Even if the training results are bad, if you merge other models, the non-existent aesthetic elements trained with 512px_base or later will be added and the high resolution will be stronger, so you can generate images that exceed your imagination!
It might be interesting to replace it with an SDXL model text encoder such as "animagine" or "pony" before training and then train.
The text encoder starts with the characters and danbooru tags already known. All you have to do is train unet!
It might also be a good idea to merge the text encoders with 0.5 to keep both properties and train them further.
I'm new to civitai, so if you have any opinions, I'd appreciate it if you could let me know.
Your reaction is my driving force. m(_ _)m
The total number of downloads has exceeded 300. Thank you for your interest in my immature model! Thank you very much for your many likes. m(_ _)m
■Great pre-trained model used for fine tuning.
https://huggingface.co/playgroundai/playground-v2-512px-base
If you have any questions, please feel free to ask!
日本語での質問も大丈夫ですのでご気軽にお声がけください~
Description
■This is a model that merged 0.4 text encoder of anime-xl-3.1 into v0.0_aesthetic.
I have the impression that the tag recognition rate increases slightly and the number of failures decreases. I had the impression that more and more realistic generation was generated, so it would be a good idea to put "realistic" in the negative prompt.

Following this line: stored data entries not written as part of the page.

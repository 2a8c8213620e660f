"""xarray/dask layer: maps the kernels over lazy labelled cubes. No paths, no printing."""

from .fractions import unmix_cube
from .mesma import mesma_cube
from .trends import trend_cube

__all__ = ["mesma_cube", "trend_cube", "unmix_cube"]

Just because you put it in the prompt doesn't mean it's okay; a real person may suddenly be generated and your heart may stop.
"blush" This tag may be effective as it forces an anime style.
■cfg 3-5 is recommended.
■It is thought that it would be difficult to add tags that have not been fine-tuned to basic U-net, but it may be possible to use animagine's tag rules. There were also anime characters whose reproducibility was slightly better.
■Since u-net has not been fine-tuned, the fundamental generation quality has not changed.
■There were some anime characters whose recognition rate increased when they were completely replaced with the text encoder of anime-xl-3.1, but the number of characters that looked more realistic increased, so this combination ratio was adopted.
■If you try hard, you will be able to generate another person who slightly resembles the anime character.Who does the character in the sample image look like? I worked really hard on it. LOL!
There are some images with poor reproducibility, but please forgive me!
Don't expect too much!
For some reason, there seems to be a lot of pink hair, right? Don't worry about it...
If I come up with something good other than anime characters, I'll post it.
Surprisingly, there were some characters that could be generated using my model without merging. why? playground_v2 may have known this from the beginning.
I don't even know which characters can be created...
I'm currently working hard to create sample images, but the anime characters that come to mind are probably from famous works.
I think it's included in the playground dataset, so if you're lucky you might be able to generate other characters as well.
Perhaps it can be generated using a model other than this merge model.